Perhaps this can be understood as a small question mark on Ialenti´s take on deep time and the future, but it is certainly also another affirmation of its contribution in envisioning alternative futures. If “[e]mbarking on these sort of multiscale, multiangle, multiperspective learning-journeys can be useful to today´s deep time reckoning experts and to society as a whole” (p.118), then it has been useful also for me. The books provides a convincing case that future thinking, time-literacy, and an engagement with deep-time is highly important and, if applied more widely, it could hopefully also “help the Earth” and its haunting presence in our daily Anthropocene lives. I hope that it will also help to “reverse the deflation of the expertise” (p.90).

Works Cited:

Bradshaw, C.J.A et al (2021). Underestimating the Challenges of Avoiding a Ghastly Future. Frontiers in Conservation Science, 13 January.

Ceballos, G, Erlich, P.R. and Raven, P.H. (2020). Vertebrates on the brink as indicators of biological annihilation and the sixth mass extinction. PNAS, June 16.

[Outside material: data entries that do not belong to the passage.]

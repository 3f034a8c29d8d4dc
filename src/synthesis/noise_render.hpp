// Band noise of a patch's [[noise]] tables, by spectral shaping: short frames whose spectrum is
// random-phase noise in each band's bins, with the bins' magnitude following the band's envelope,
// Hann-windowed and overlap-added at a quarter frame (Hann^2 windows at 75% overlap sum to a
// constant, so the power follows the envelopes without ripple). Band-limited by construction:
// only bins inside a band carry energy, and the Hann window's sidelobes keep the skirts low
// (measured in tests/unit/test_noise.cpp).
//
// Cost: a frame's band noise is not drawn and inverse-transformed afresh. Each band gets a pool
// of `synthesis_overlap` periodic unit frames (inverse real FFT, KissFFT, of unit-magnitude bins
// with seeded random phases inside the band), made once per render when the band first sounds.
// Frame m takes pool frame m mod synthesis_overlap of every sounding band at a random circular
// shift (a shift by s multiplies bin k by e^(j 2 pi k s / N): still unit magnitude, only the
// band's bins), scaled by the band's bin magnitude at the frame's centre. So a frame is still a
// random-phase spectrum with exactly the bins and magnitudes of the per-frame method, at N
// multiply-adds per band instead of an inverse FFT per frame, and the frames that overlap never
// share a pool frame (no coherent sums). Seeded and deterministic; frames where every band is
// below -160 dB are skipped, and bands below it are left out of a frame, so attack noise costs
// only while it sounds.
#pragma once

#include <cstdint>
#include <optional>
#include <span>

#include "core/patch.hpp"

namespace wane {

struct noise_render_params {
    double sample_rate_hz = 48000.0;
    double gain_db = 0.0;        ///< applied to every band
    std::uint64_t seed = 1;
    /// A channel of a stereo render: each band plays sqrt(coherence) of the shared noise (the
    /// pools of `seed`, the same in every channel) plus sqrt(1 - coherence) of noise of its own
    /// (pools drawn from this seed), mixed in the band's unit frames (one inverse FFT per pool
    /// frame), so a channel costs what a mono render costs. The frames' shifts come from `seed`
    /// for both parts. Empty: the shared noise alone at full power (the mono render).
    std::optional<std::uint64_t> own_seed = std::nullopt;
    /// Frame length in seconds (rounded up to a power of two in samples); ~21 ms: short enough
    /// for attack transients, long enough for several bins in the lowest band.
    double frame_s = 0.0213;
};

/// Adds the bands' noise into out (out[n] at t = n / rate). Bands above Nyquist are clipped to it.
void add_noise_bands(std::span<const noise_band> bands, const noise_render_params& params, std::span<float> out);

/// The frame length in samples the renderer and the analysis use at a rate (power of two).
int noise_frame_size(double sample_rate_hz, double frame_s);

}  // namespace wane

United Nations Development Programme (2020): The 2020 Human development report. The next frontier: Human development and the Anthropocene. UNEP, New York.

Martin Gren is a human geographer who is trying to understand, and give conceptual figure to, the “new” foregrounded Earth that humans now have to reckon with in the planetary climate emergency. He has published books and articles and teaches at the Linnaeus University in Sweden.